Der frühere Schalker und Hamburger Bundesliga-Coach lässt aber trotzdem keine Zweifel an seinen Zielen aufkommen.

Stevens: "Wir wollen den Meistertitel, ganz klar. Und wir wollen die Gruppenphase eines europäischen Wettbewerbs erreichen."

Janko ist weg

Am kommenden Dienstag steht das Rückspiel in der zweiten Qualifikationsrunde der Champions League bei HB Torshavn/Färöer Inseln (Hinspiel: 5:0) an.

Gespannt beäugt die nationale Konkurrenz die Tatsache, dass die Salzburger künftig ihren besten Torjäger Marc Janko ersetzen müssen.

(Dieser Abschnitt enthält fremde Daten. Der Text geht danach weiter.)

"""Preset fuzzing: every document either loads or is refused with a PresetError naming a JSON path.

Three generators (hypothesis), 2000 cases per run by default (env
SHEAFSYNTH_FUZZ_EXAMPLES for more), split 50 / 35 / 15 %:

* ``generated`` -- networks built from the cell kinds with random sizes,
  entries, wiring, parameters and controls, biased toward valid presets;
* ``mutated`` -- the engine tests' base preset, the factory presets and the
  engine tests' malformed cases, each put through 1-4 random edits (delete a
  key, replace any value by hostile JSON -- huge integers, 1e308, NaN,
  deep nesting, long strings --, add keys, duplicate or drop list items);
* ``text`` -- the JSON text of a preset cut, spliced and corrupted at the
  byte level (invalid UTF-8, non-finite literals, deep nesting), loaded both
  as text and as a file.

Every case validates (fast, each bounded by a time limit).  Compiling takes
about 0.7 s, so not every valid case is compiled: the valid cases are
deduplicated by a hash of their structure (cell kinds and shapes, wiring,
excitation, number of parameters) and a bounded sample of at most
``COMPILE_SAMPLE`` distinct structures per run, chosen in hash order, is
compiled with -Wall -Wextra -Werror and plays a short note whose output must
be finite and under the limiter ceiling.  Run alone, the compile test draws
its own valid cases first.
"""

from __future__ import annotations

import copy
import hashlib
import json
import math
from collections import Counter
from pathlib import Path

import numpy as np
import pytest
from hypothesis import HealthCheck, given, settings
from hypothesis import strategies as st

from sheafsynth.engine.errors import PresetError
from sheafsynth.engine.ir.program import LIMITER_CEILING
from sheafsynth.engine.ir.validate import load_checked
from sheafsynth.engine.preset import factory_presets
from tests.engine.preset.test_preset import BASE, MALFORMED, mutate
from tests.hardening.conftest import fuzz_examples

CASE_LIMIT_S = 30.0          # hang guard per case (typical case: a few ms)
COMPILE_SAMPLE = 40          # distinct valid structures compiled per run
COMPILE_LIMIT_S = 180.0      # hang guard per compile + render

TOTAL = fuzz_examples()
N_GENERATED = max(10, TOTAL * 50 // 100)
N_MUTATED = max(10, TOTAL * 35 // 100)
N_TEXT = max(10, TOTAL - N_GENERATED - N_MUTATED)

COUNTS: Counter = Counter()
VALID: dict[str, dict] = {}       # structure hash -> first valid document seen

FUZZ_SETTINGS = dict(deadline=None, derandomize=False, print_blob=True,
                     suppress_health_check=[HealthCheck.too_slow, HealthCheck.data_too_large,
                                            HealthCheck.filter_too_much, HealthCheck.large_base_example])

# ---------------------------------------------------------------- hostile values

HOSTILE_TEXT = ["", " ", "\x00", "*/", "/*", "#include <stdio.h>", "$(reboot)", "`id`", "\\", '"',
                "\u202e", "\ud7ff", "é" * 300, "a" * 5000, "excite", "out", "loop.0", "loop.99999",
                "pitch", "pitch-fraction", "period", "NaN", "Infinity", "1e999", "-0", "__proto__"]
HOSTILE_NUMBERS = [0, -0.0, 1, -1, 0.5, 1.5, 2, 127, 128, -129, 4096, 4097, 1048576, 1048577,
                   5e-324, 1e-45, 1e30, -1e30, 3.4e38, 3.5e38, 1e308, -1e308, 2 ** 31, 2 ** 63,
                   10 ** 30, 10 ** 400, float("nan"), float("inf"), float("-inf")]

scalars = st.one_of(
    st.none(), st.booleans(),
    st.integers(min_value=-(10 ** 40), max_value=10 ** 40),
    st.floats(allow_nan=True, allow_infinity=True),
    st.sampled_from(HOSTILE_NUMBERS),
    st.text(max_size=24), st.sampled_from(HOSTILE_TEXT),
)


def _deep(depth: int, leaf):
    out = leaf
    for i in range(depth):
        out = [out] if i % 2 else {"k": out}
    return out


junk = st.one_of(
    st.recursive(scalars, lambda kids: st.lists(kids, max_size=4)
                 | st.dictionaries(st.text(max_size=8), kids, max_size=4), max_leaves=8),
    st.builds(_deep, st.integers(20, 300), scalars),
)

# ---------------------------------------------------------------- generated networks

PNAMES = ["decay", "bright", "tone", "p_3", "x-y"]
RESERVED_CC = {6, 38, 64, 100, 101, 120, 121, 123}


@st.composite
def entry(draw, params, scale=1.0, ok=True):
    """A matrix entry: mostly a small number, sometimes a parameter; hostile unless ``ok``."""
    k = draw(st.integers(0, 15 if ok else 19))
    if k < 11 or (k < 16 and not params):
        return draw(st.floats(-scale, scale, allow_nan=False))
    if k < 14:
        return draw(st.sampled_from(params))
    if k < 16:
        d = {"param": draw(st.sampled_from(params if ok else params + ["nope"]))}
        if draw(st.booleans()):
            d["scale"] = draw(st.floats(-scale, scale, allow_nan=False))
        if draw(st.booleans()):
            d["offset"] = draw(st.floats(-scale, scale, allow_nan=False))
        return d
    if k < 18:
        return draw(st.sampled_from([0, 1, -1, 0.999, 1e-30, 1e30, 3.4e38, "decay", "nope"]))
    return draw(scalars)


def matrix(params, rows, cols, scale, ok=True):
    return st.lists(st.lists(entry(params, scale, ok), min_size=cols, max_size=cols),
                    min_size=rows, max_size=rows)


@st.composite
def cell(draw, cid, params, ok=True, in_loop=False):
    """One cell of any kind but the pitch-fraction allpass (the string skeleton has it)."""
    kinds = ["delay", "statespace", "onepole", "biquad", "gain", "field", "allpass"]
    if ok and in_loop:
        kinds.remove("field")          # a cycle through a field is a coupling, not a tuning loop
    kind = draw(st.sampled_from(kinds))
    c = {"id": cid, "kind": kind}
    if kind == "delay":
        good = st.integers(1, 4000) if in_loop else st.one_of(st.just("pitch"), st.integers(1, 4000))
        c["length"] = draw(good if ok else st.one_of(good, st.integers(-3, 0),
                                                     st.sampled_from([1048576, 1048577, 2.5, "7"])))
    elif kind == "statespace":
        n = draw(st.integers(1, 3))
        i = 1 if ok else draw(st.integers(1, 2))
        o = 1 if ok else draw(st.integers(1, 2))
        c["A"] = draw(matrix(params, n, n, 0.6 / n, ok))
        c["B"] = draw(matrix(params, n, i, 1.0, ok))
        c["C"] = draw(matrix(params, o, n, 1.0, ok))
        c["D"] = draw(st.one_of(matrix(params, o, i, 0.0, ok), matrix(params, o, i, 0.5, ok)))
    elif kind == "onepole":
        if draw(st.booleans()):
            c["pole"] = draw(st.one_of(st.floats(-0.99, 0.99), entry(params, 0.9 if ok else 1.2, ok)))
        else:
            c["b"] = draw(st.lists(entry(params, 1.0, ok), min_size=1, max_size=2))
            c["a"] = [1, draw(st.floats(-0.99, 0.99))]
    elif kind == "biquad":
        c["b"] = draw(st.lists(entry(params, 1.0, ok), min_size=3, max_size=3))
        r = draw(st.floats(0.0, 0.99))
        th = draw(st.floats(0.0, 3.14))
        c["a"] = [1 if ok else draw(st.sampled_from([1, 1, 2])), -2 * r * math.cos(th), r * r]
    elif kind == "allpass":
        if draw(st.booleans()):
            c["delay"] = draw(st.floats(0.01, 100))
        else:
            c["coef"] = draw(st.one_of(st.floats(-0.99, 0.99), entry(params, 0.9 if ok else 1.1, ok)))
    elif kind == "gain":
        c["gain"] = draw(st.one_of(entry(params, 1.0, ok), matrix(params, 1, 1, 1.0, ok)))
    else:  # field
        if draw(st.booleans()):
            wraps = ["none", "torus", "cylinder", "mobius"] + ([] if ok else ["klein"])
            c["complex"] = {"grid": [draw(st.integers(2, 12)), draw(st.integers(2, 12))],
                            "wrap": draw(st.sampled_from(wraps))}
        else:
            c["complex"] = {"path": draw(st.integers(2, 40)), "wrap": draw(st.sampled_from(["none", "ring"]))}
        c["speed"] = draw(st.floats(0.0, 0.7))
        if draw(st.booleans()):
            c["loss"] = draw(st.floats(0.0, 0.01))
        if draw(st.booleans()):
            c["boundary"] = draw(st.sampled_from(["fixed", "free"] + ([] if ok else ["loose"])))
    if not ok and draw(st.integers(0, 10)) == 0:
        c[draw(st.sampled_from(["lenght", "about", "gain", "A"]))] = draw(junk)
    return c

Der Nationalstürmer, der in 106 Meisterschaftsspielen 75 Treffer erzielte, wechselte für eine Ablöse von 6,5 Millionen Euro zum niederländischen Meister Twente Enschede.

"Das müssen wir als Mannschaft kompensieren", forderte Stevens im "kicker".

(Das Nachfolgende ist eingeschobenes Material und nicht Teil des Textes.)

// TestReadText covers dialects and rules on inputs small enough to read
// inline; the expected values are the cells as written, converted by the
// formulas named at the top of this file.
func TestReadText(t *testing.T) {
	tests := []struct {
		name     string
		in       string
		opt      Options
		times    []float64 // s
		kelvin   []float64 // K
		lines    []int
		warnings []string
		check    func(t *testing.T, l *Log)
	}{
		{
			name:   "pipe delimiter",
			in:     "t (s)|T (°C)\n0|20\n10|20.5\n",
			times:  []float64{0, 10},
			kelvin: []float64{293.15, 293.65},
			check:  wantDialect(Dialect{Delimiter: '|', Decimal: '.'}),
		},
		{
			name:   "quoted header and cells",
			in:     "\"Time (s)\",\"Temperature, probe A (°C)\"\n\"0\",\"20.5\"\n\"10\", \"20.6\"\n",
			times:  []float64{0, 10},
			kelvin: []float64{293.65, 293.75},
			check: func(t *testing.T, l *Log) {
				if l.Columns[1].Name != "Temperature, probe A" {
					t.Errorf("column 2 named %q", l.Columns[1].Name)
				}
			},
		},
		{
			name:   "decimal comma is never stripped: 9,99 is 9.99",
			in:     "t (s);T (°C)\n0;9,99\n10;10,01\n",
			times:  []float64{0, 10},
			kelvin: []float64{283.14, 283.16},
			check:  wantDialect(Dialect{Delimiter: ';', Decimal: ','}),
		},
		{
			name:   "decimal comma in a tab file",
			in:     "t (s)\tT (°C)\n0\t9,99\n10\t10,01\n",
			times:  []float64{0, 10},
			kelvin: []float64{283.14, 283.16},
			check:  wantDialect(Dialect{Delimiter: '\t', Decimal: ','}),
		},
		{
			name:   "decimal comma with runs of spaces",
			in:     "Zeit (s)   Temp (°C)\n 0   9,99\n10  10,01\n",
			times:  []float64{0, 10},
			kelvin: []float64{283.14, 283.16},
			check:  wantDialect(Dialect{Delimiter: ' ', Decimal: ','}),
		},
		{
			name: "decimal mark settles after the sniffed lines",
			in:   "t (s);T (°C)\n" + repeatRows(60, "%d;21\n") + "600;21,5\n",
			check: func(t *testing.T, l *Log) {
				if n := len(l.Temperature); n != 61 || !near(l.Temperature[n-1], 294.65, tolK) || l.Dialect.Decimal != ',' {
					t.Errorf("%d readings, last %g K, decimal %q; want 61, 294.65 K, ','", n, l.Temperature[n-1], l.Dialect.Decimal)
				}
			},
		},
		{
			name:   "timestamps with Z and a fraction",
			in:     "timestamp,T (K)\n2026-03-04T10:15:02Z,293\n2026-03-04T10:15:03.5Z,293.5\n",
			times:  []float64{0, 1.5},
			kelvin: []float64{293, 293.5},
			check: func(t *testing.T, l *Log) {
				if got := Summarise(l).Start; got != "2026-03-04T10:15:02Z" {
					t.Errorf("start %q", got)
				}
			},
		},
		{
			// Central European summer time starts 2026-03-29 at 02:00 CET: one
			// minute passes from 01:59+01:00 to 03:00+02:00 (analytic).
			name:   "timestamps across a change of UTC offset",
			in:     "datetime,T (°C)\n2026-03-29 01:59:00+01:00,20\n2026-03-29 03:00:00+0200,20\n",
			times:  []float64{0, 60},
			kelvin: []float64{293.15, 293.15},
		},
		{
			// Each time the clock goes back more than 12 h a day is added:
			// 22:00 → 08:00 is 10 h, → 21:00 13 h, → 07:00 10 h (analytic).
			name:   "clock turns over midnight twice",
			in:     "clock,T (K)\n22:00:00,300\n08:00:00,300\n21:00:00,300\n07:00:00,300\n",
			times:  []float64{0, 36000, 82800, 118800},
			kelvin: []float64{300, 300, 300, 300},
		},
		{
			name:   "clock with tenths of a second and a decimal comma",
			in:     "Uhrzeit;Temperatur (°C)\n10:15:02,5;20,5\n10:15:03,0;20,6\n10:15:03,5;20,7\n",
			times:  []float64{0, 0.5, 1},
			kelvin: []float64{293.65, 293.75, 293.85},
		},
		{
			name:   "hh:mm clock",
			in:     "time (hh:mm),T (°C)\n23:59,20\n00:01,20\n",
			times:  []float64{0, 120},
			kelvin: []float64{293.15, 293.15},
		},
		{
			name:   "mm:ss past an hour",
			in:     "time (mm:ss),T (°C)\n59:30,20\n75:30,20\n",
			times:  []float64{0, 960},
			kelvin: []float64{293.15, 293.15},
		},
		{
			name:   "milliseconds",
			in:     "t [ms],T [K]\n1000,290\n1250,290\n",
			times:  []float64{0, 0.25},
			kelvin: []float64{290, 290},
			check: func(t *testing.T, l *Log) {
				if !near(l.TimeZero, 1, tolS) {
					t.Errorf("TimeZero %g s, want 1 s", l.TimeZero)
				}
			},
		},
		{
			name:   "hours",
			in:     "time/h,T/K\n0,290\n0.5,290\n",
			times:  []float64{0, 1800},
			kelvin: []float64{290, 290},
		},
		{
			name:   "times before the mixing mark",
			in:     "time (s),T (°C)\n-300,20\n-290,20\n",
			times:  []float64{0, 10},
			kelvin: []float64{293.15, 293.15},
			check: func(t *testing.T, l *Log) {
				if !near(l.TimeZero, -300, tolS) {
					t.Errorf("TimeZero %g s, want -300 s", l.TimeZero)
				}
			},
		},
		{
			name:   "unit spellings",
			in:     "Zeit in s;Temperatur in ℃;P/W\n0;20,0;0\n10;20,5;1,5\n",
			times:  []float64{0, 10},
			kelvin: []float64{293.15, 293.65},
			check: func(t *testing.T, l *Log) {
				if !slices.Equal(l.Columns, []Column{{1, "Zeit", "s", "time"}, {2, "Temperatur", "℃", "temperature"}, {3, "P", "W", "extra"}}) {
					t.Errorf("columns %+v", l.Columns)
				}
			},
		},
		{
			name:   "all capitals",
			in:     "TIME (S),TEMP (DEG F)\n0,32\n60,212\n",
			times:  []float64{0, 60},
			kelvin: []float64{273.15, 373.15},
		},
		{
			name:   "unit after an underscore",
			in:     "time_s,Temp_C\n0,20\n1,21\n",
			times:  []float64{0, 1},
			kelvin: []float64{293.15, 294.15},
		},
		{
			name:   "text columns are ignored",
			in:     "Date;Time;Temp (°C);Remark\n2026-03-04;10:15:00;21,5;start\n2026-03-04;10:15:10;21,6;\n",
			times:  []float64{0, 10},
			kelvin: []float64{294.65, 294.75},
			check: func(t *testing.T, l *Log) {
				roles := []string{}
				for _, c := range l.Columns {
					roles = append(roles, c.Role)
				}
				if !slices.Equal(roles, []string{"ignored", "time", "temperature", "ignored"}) || len(l.Extra) != 0 {
					t.Errorf("roles %q, extra %v", roles, l.Extra)
				}
			},
		},
		{
			name:   "data lines end with a delimiter the header lacks",
			in:     "Zeit (s);Temp (°C)\n0;20,5;\n10;20,6;\n",
			times:  []float64{0, 10},
			kelvin: []float64{293.65, 293.75},
		},
		{
			name:   "every line ends with a delimiter",
			in:     "Zeit (s);Temp (°C);\n0;20,5;\n10;20,6;\n",
			times:  []float64{0, 10},
			kelvin: []float64{293.65, 293.75},
			check: func(t *testing.T, l *Log) {
				if len(l.Columns) != 3 || l.Columns[2].Role != "ignored" || len(l.Extra) != 0 {
					t.Errorf("columns %+v, extra %v", l.Columns, l.Extra)
				}
			},
		},
		{
			name:   "empty spreadsheet rows at the end",
			in:     "Zeit (s);Temp (°C)\n0;20\n10;21\n;\n;\n\n",
			times:  []float64{0, 10},
			kelvin: []float64{293.15, 294.15},
		},
		{
			name:   "lone CR line ends",
			in:     "t (s),T (K)\r0,293\r10,294\r",
			times:  []float64{0, 10},
			kelvin: []float64{293, 294},
			lines:  []int{2, 3},
			check:  wantDialect(Dialect{CRLF: false}),
		},
		{
			name:   "UTF-16BE with byte order mark",
			in:     utf16be("t (s)\tT (°C)\r\n0\t20\r\n5\t21\r\n"),
			times:  []float64{0, 5},
			kelvin: []float64{293.15, 294.15},
			check:  wantDialect(Dialect{Delimiter: '\t', Encoding: "utf-16be", BOM: true, CRLF: true}),
		},
		{
			name:   "columns and units from the options",
			in:     "a,b,c\n1,5,300\n2,6,301\n",
			opt:    Options{TimeColumn: "2", TemperatureColumn: "c", TimeUnit: "min", TemperatureUnit: "K"},
			times:  []float64{0, 60},
			kelvin: []float64{300, 301},
			check: func(t *testing.T, l *Log) {
				if a := l.Extra["a"]; len(a) != 2 || a[1] != 2 {
					t.Errorf("extra a = %v, want [1 2]", a)
				}
			},
		},
		{
			name:     "unit option overrides the header",
			in:       "t (s),T (°C)\n0,300\n",
			opt:      Options{TemperatureUnit: "K"},
			times:    []float64{0},
			kelvin:   []float64{300},
			warnings: []string{"x.csv:1: temperature unit K given overrides °C in the header"},
		},
		{
			name:     "no units",
			in:       "time,temperature\n0,20\n10,21\n",
			times:    []float64{0, 10},
			kelvin:   []float64{293.15, 294.15},
			warnings: []string{`x.csv:1: column 1 "time": no time unit given: assuming seconds`, `x.csv:1: column 2 "temperature": no temperature unit given: assuming °C`},
		},
		{
			name:     "no column named as time",
			in:       "n,probe (°C)\n0,20\n10,21\n",
			times:    []float64{0, 10},
			kelvin:   []float64{293.15, 294.15},
			warnings: []string{`x.csv:1: no column is named as time: using column 1 "n"`, `x.csv:1: column 1 "n": no time unit given: assuming seconds`},
		},
		{
			name:     "two time columns",
			in:       "clock,elapsed (s),T (°C)\n10:00:00,0,20\n10:00:10,10,21\n",
			times:    []float64{0, 10},
			kelvin:   []float64{293.15, 294.15},
			warnings: []string{`x.csv:1: columns 1 "clock" and 2 "elapsed" each name time: using column 1`},
		},
		{
			name:   "comments among the data are skipped and are not metadata",
			in:     "# operator: A. Lindqvist\nt (s),T (K)\n0,290\n# note: stirrer restarted\n10,291\n",
			times:  []float64{0, 10},
			kelvin: []float64{290, 291},
			lines:  []int{3, 5},
			check: func(t *testing.T, l *Log) {
				if len(l.Meta) != 1 || l.Meta["operator"] != "A. Lindqvist" || l.MetaLine["operator"] != 1 {
					t.Errorf("meta %v at %v", l.Meta, l.MetaLine)
				}
			},
		},
		{
			name:     "a repeated metadata key keeps the first",
			in:       "# Sample mass: 2.503 g\n# sample_mass: 2.6 g\nt (s),T (K)\n0,290\n",
			times:    []float64{0},
			kelvin:   []float64{290},
			warnings: []string{`x.csv:2: metadata "sample-mass" given again: keeping the value from line 1`},
			check: func(t *testing.T, l *Log) {
				if l.Meta["sample-mass"] != "2.503 g" {
					t.Errorf("sample-mass %q", l.Meta["sample-mass"])
				}
			},
		},
		{
			name:   "a preamble line as wide as the data",
			in:     "Kestrel Analytical QC,bench 3\nserial,KT-7-0031\nt (s),T (K)\n0,290\n1,291\n",
			times:  []float64{0, 1},
			kelvin: []float64{290, 291},
			check:  wantDialect(Dialect{HeaderLine: 3, Preamble: 2}),
		},
		{
			name: "blank cells beyond those listed",
			in:   "t (s),T (K)\n0,290\n" + repeatRows(25, "%d,\n"),
			check: func(t *testing.T, l *Log) {
				n := len(l.Warnings)
				if len(l.Time) != 1 || n != listedBlanks+1 || l.Warnings[n-1].String() != "x.csv: 5 more readings skipped for blank cells (not listed)" {
					t.Errorf("%d readings, %d warnings, last %v", len(l.Time), n, l.Warnings[n-1])
				}
			},
		},
		{
			name:     "a comment that names no quantity is not the header",
			in:       "# raw data\n 0 290\n10 291\n",
			times:    []float64{0, 10},
			kelvin:   []float64{290 + 273.15, 291 + 273.15},
			warnings: []string{"x.csv:2: no header line: taking column 1 as time in seconds and column 2 as temperature in °C"},
		},
		{
			name:     "time found by its clock times",
			in:       "Datum;Wert (K)\n10:15:00;290,5\n10:15:10;290,6\n",
			times:    []float64{0, 10},
			kelvin:   []float64{290.5, 290.6},
			warnings: []string{`x.csv:1: no column is named as time: using column 1 "Datum"`},
		},
		{
			name:   "a column chosen by its header text; extra columns stay as written",
			in:     "time (s),T vessel (°C),T jacket (°C)\n0,22.4,25.0\n",
			opt:    Options{TemperatureColumn: "t vessel (°c)"},
			times:  []float64{0},
			kelvin: []float64{295.55},
			check: func(t *testing.T, l *Log) {
				if j := l.Extra["T jacket"]; len(j) != 1 || !near(j[0], 25.0, 1e-12) {
					t.Errorf("extra T jacket = %v °C, want [25]", j)
				}
			},
		},
		{
			name:   "equal times are kept",
			in:     "t (s),T (K)\n0,290\n0,291\n5,292\n",
			times:  []float64{0, 0, 5},
			kelvin: []float64{290, 291, 292},
		},
	}
	for _, tt := range tests {
		t.Run(tt.name, func(t *testing.T) {
			opt := tt.opt
			opt.Name = "x.csv"
			l, err := Read(strings.NewReader(tt.in), opt)
			if err != nil {
				t.Fatal(err)
			}
			if tt.times != nil && !sameFloats(l.Time, tt.times, tolS) {
				t.Errorf("times %v s, want %v s", l.Time, tt.times)
			}
			if tt.kelvin != nil && !sameFloats(l.Temperature, tt.kelvin, tolK) {
				t.Errorf("temperatures %v K, want %v K", l.Temperature, tt.kelvin)
			}
			if tt.lines != nil && !slices.Equal(l.Line, tt.lines) {
				t.Errorf("lines %v, want %v", l.Line, tt.lines)
			}
			if tt.check == nil || tt.warnings != nil {
				var got []string
				for _, w := range l.Warnings {
					got = append(got, w.String())
				}
				if !slices.Equal(got, tt.warnings) {
					t.Errorf("warnings\n got %q\nwant %q", got, tt.warnings)
				}
			}
			if tt.check != nil {
				tt.check(t, l)
			}
		})
	}
}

Wiener Klubs als Konkurrenz

Ausgerechnet beim Saisonstart am Samstag (ab 17.45 Uhr LIVESCORES) muss Liga-Krösus RB Salzburg (Etat: 60 Millionen Euro) beim Kapfenberger SV antreten.

Den letzten Vergleich hatte die Elf von Stevens gegen das Team aus der Steiermark überraschend 0:2 verloren.

Als ärgste Konkurrenten sieht der 56 Jahre alte Niederländer aber die Wiener Klubs Rapid - mit dem ehemaligen 1860-München-Trainer Peter Pacult auf der Bank - und Austria.

Niedrigerer Etat

Beide Traditionsvereine verfügen mit Etats von 15 beziehungsweise 14 Millionen Euro längst nicht über die wirtschaftichen Mittel von Meister "RBS", in dessen Kader die früheren Bundesligaprofis Gerhard Tremmel, Alexander Walke und Simon Cziommer stehen.

"Salzburg ist aufgrund der finanziellen Möglichkeiten wie immer Favorit. Aber ich bin zuversichtlich, dass auch wir um den Titel mitspielen werden", sagte der deutsche Rapid-Kapitän Steffen Hofmann.

Der gebürtige Würzburger wurde in der vergangenen Saison mit 21 Treffern Torschützenkönig der österreichischen Eliteliga.

Basel Topfavorit

Auch in der Schweiz beginnt nur gut drei Wochen nach dem WM-Vorrundenaus der "Nati" von Coach Ottmar Hitzfeld der Liga-Alltag.

Der 13-malige Meister und Titelverteidiger FC Basel mit dem früheren Bayern-Profi Thorsten Fink auf der Trainerbank geht als Topfavorit ins Rennen.

Allerdings mahnt Fink vor der Doppelbelastung. "Natürlich möchten wir in die Gruppenphase der Champions League. Aber wir dürfen uns nicht zu fest darauf konzentrieren", sagte der 42-Jährige.

Frei in der Kritik

Prunkstück der Baseler ist der Sturm mit dem Ex-Dortmunder Alexander Frei und dem früheren Stuttgarter Marco Streller.

Besonders Frei steht im zweiten Jahr nach seiner Rückkehr in die Schweizer Liga im Blickpunkt. Der Angreifer hat in seiner Heimat einen schweren Stand und war auch bei der WM der ständigen Kritik seiner Landsleute ausgesetzt.

Nicht zuletzt die Auswärtsspiele setzen Frei offenbar mächtig zu. "Ich habe wohl etwas unterstätzt, dass man in den anderen Stadien ständig ausgepfiffen wird", sagte der ehemalige Borusse Frei.